Friday, October 11, 2019

Moroccan mornings (7560)

The ride from Chefchaouen
There are few motorways for us here. Riding on single-carriage roads is less demanding than motorway biking. Even if the journey time is the same, it takes less out of you. And when we left the blue city for Fés in the early-morning mountain cool, our journey had the added bonus of being mostly in the Rif mountains. Mountains and motorbikes; made for each other.

To school
Because of the hour (we set off at 7.30), we saw the countryside waking up. Crisply turned-out schoolchildren emerged along the dusty country roadside from you couldn't tell where. I noticed older siblings solicitously walking their younger brothers or sisters along. We attracted their attention. The girls usually seemed detached about our presence, the boys were more animated, often mimicking the twisting of a motorcycle throttle. None were short of a warm smile. Moroccans smile easily.

Morning ride to Fés
We saw many herdsfolk - of both genders. There seems to be a culture of what I came to think of as 'road-margin grazing'. Small herds of goats, sheep and sometimes cattle, always skinny, are pestered into position by their handlers, not in the fields and not in the roads, but in the two or three yard space between them. I can only imagine that their owners have no other land on which to graze them. It must be a thin existence.

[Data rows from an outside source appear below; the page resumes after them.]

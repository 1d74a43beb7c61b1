package agreement

import "fmt"

// Analysis is all that a study says about agreement. Appraisers, parts and
// categories are numbered as in its Ratings.
type Analysis struct {
	Within  []Within // one for each appraiser
	Between Between
	Against []Against // one for each appraiser; nil without a reference
	All     *Against  // all appraisers together; nil without a reference

	Intervals Intervals
	Warnings  []Warning
	Patterns  Patterns
}

// Intervals counts the coefficients of an analysis by how their intervals were
// found. In neither number are those on which nothing disagreed, whose interval
// is exact, and those without one.
type Intervals struct {
	Resampled, Linearised int
}

// study is what an analysis is computed from.
type study struct {
	*Ratings
	patterns
	*resampler
	opt Options
}

// Analyse computes the agreement of each appraiser with itself, of appraisers
// with each other, and of all with the reference. It returns an error if there
// are no Ratings, if an option is out of range, or if a call or a reference is
// no category of the study; what a study cannot say is absent from the result,
// with its reason.
func Analyse(r *Ratings, opt Options) (*Analysis, error) {
	if err := opt.check(); err != nil {
		return nil, err
	}
	if err := r.validate(); err != nil {
		return nil, err
	}
	if n := len(opt.Names); n != 0 && n != r.Appraisers() {
		return nil, fmt.Errorf("agreement: %d names for %d appraisers", n, r.Appraisers())
	}
	s := &study{Ratings: r, patterns: r.patterns(), opt: opt}
	s.resampler = newResampler(s.patterns, opt, s.coefficients())
	var out Analysis
	n, K, rows := r.Appraisers(), r.Categories(), len(s.rows)
	s.begin(n * (K + 3) * rows)
	for a := range n {
		out.Within = append(out.Within, s.within(a))
	}
	if r.HasReference() {
		s.begin(s.ofTables(n+1) + (n+1)*K*6*rows)
		for a := range n {
			out.Against = append(out.Against, s.against(func(row []Category) []Category { return s.of(row, a) }, out.Within[a].Mixed))
		}
		everyCall := func(row []Category) []Category { return row }
		all := s.against(everyCall, s.mixed(s.counts(everyCall)))
		out.All = &all
	}
	out.Between = s.between()
	out.Intervals = s.intervals
	out.Warnings = s.warnings(&out)
	out.Patterns = s.patterns.public()
	return &out, nil
}

// of returns the calls of one appraiser in a row.
func (s *study) of(row []Category, appraiser int) []Category { return s.CallsIn(row, appraiser) }

// callers returns how many appraisers made a call in a row.
func (s *study) callers(row []Category) int {
	n := 0
	for a := range s.Appraisers() {
		for _, c := range s.of(row, a) {
			if c != Missing {
				n++
				break
			}
		}
	}
	return n
}

// counts tallies, for each pattern, the calls in the columns chosen.
func (s *study) counts(calls func(row []Category) []Category) [][]int {
	K := s.Categories()
	cells := make([]int, len(s.rows)*K)
	counts := make([][]int, len(s.rows))
	for i, row := range s.rows {
		counts[i] = cells[i*K : (i+1)*K : (i+1)*K]
		tally(calls(row), counts[i])
	}
	return counts
}

// mixed returns the parts whose calls, counted by pattern, differ.
func (s *study) mixed(counts [][]int) []int {
	return s.where(func(i int) bool { return !oneCategory(counts[i]) })
}

// tally adds calls to counts by category and returns how many there are.
func tally(calls []Category, counts []int) int {
	n := 0
	for _, c := range calls {
		if c != Missing {
			counts[c]++
			n++
		}
	}
	return n
}

// cross returns Cohen's kappa of a table, given the pairs of calls that each
// pattern adds to it.
func (s *study) cross(w Weights, t Table, pairs func(pattern int, add func(j, k Category)), nothing, undefined error) Estimate {
	m := twoMargins{len(t), w.matrix(len(t))}
	z := newContributions(m.size(), s.times)
	for i := range s.rows {
		v := z.of(i)
		pairs(i, func(j, k Category) { m.add(v, int(j), int(k), 1) })
		v[disagreed] = m.whole(v[disagreed])
	}
	e := s.estimate(m, z, nothing, undefined)
	if s.opt.Independent && e.Absent == nil {
		if se, _, err := t.Kappa1969(w); err == nil {
			e.Independent = normal(e.Value, se, s.opt.Confidence)
		}
	}
	return e
}

// ofTables returns the additions that the kappas of n cross-tables take for
// each resample.
func (s *study) ofTables(n int) int {
	K := s.Categories()
	additions := n * (2*K + 2) * len(s.rows)
	if s.weighted() {
		additions = 3*additions + 2*n*K*K // each two margins
	}
	return additions
}

func (s *study) weighted() bool { return s.opt.Ordered && s.Categories() > 2 }

// coefficients returns how many coefficients an analysis estimates.
func (s *study) coefficients() int {
	n, K := s.Appraisers(), s.Categories()
	byTable := 1
	if s.weighted() {
		byTable = 3
	}
	total := n + byTable*n*(n-1)/2 + K + 5
	if s.HasReference() {
		if K > 2 {
			byTable += K
		}
		total += byTable * (n + 1)
	}
	return total
}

We passed olive groves, cabbage fields and many fruit groves - of what types I couldn't tell. Usually they looked locally-owned. I've no idea how I'd know. Perhaps the impression comes from a certain rustic character. There are other fields, too, much bigger and 'protected' by high, barbed-wire fences. They look more corporate and I wondered where those profits are enjoyed.

An opened door
On arrival there is always the question of where the bike will stay. Security is a preoccupation. I had one stolen in Bethnal Green from outside my flat. Once bitten, etc. (And we'd had dire warnings about the 'big city' from the night watchman at the Rif Hotel when setting off.)

Please come in...
When Khaoula, the Fés Hostel International manager opened this door, she saw the bike and immediately waved it into the courtyard. She was more confident that the wide adventure-bike style handlebars would fit through than I, but she'd seen it done before.

Happiness is...
This (the hostel, not the city!) is a very relaxing place to be, which is good because I have a cold and have been spending much time horizontal. I'm reading Don Quixote (which is appropriate for so many reasons) and Sun-Tzu's The Art of War (which isn't, but which is very interesting).

Today we'll visit the Medina, the world's largest urban traffic-free zone. Tomorrow we go to stay with a Fés family for three days to experience the lifestyle. That should be fascinating.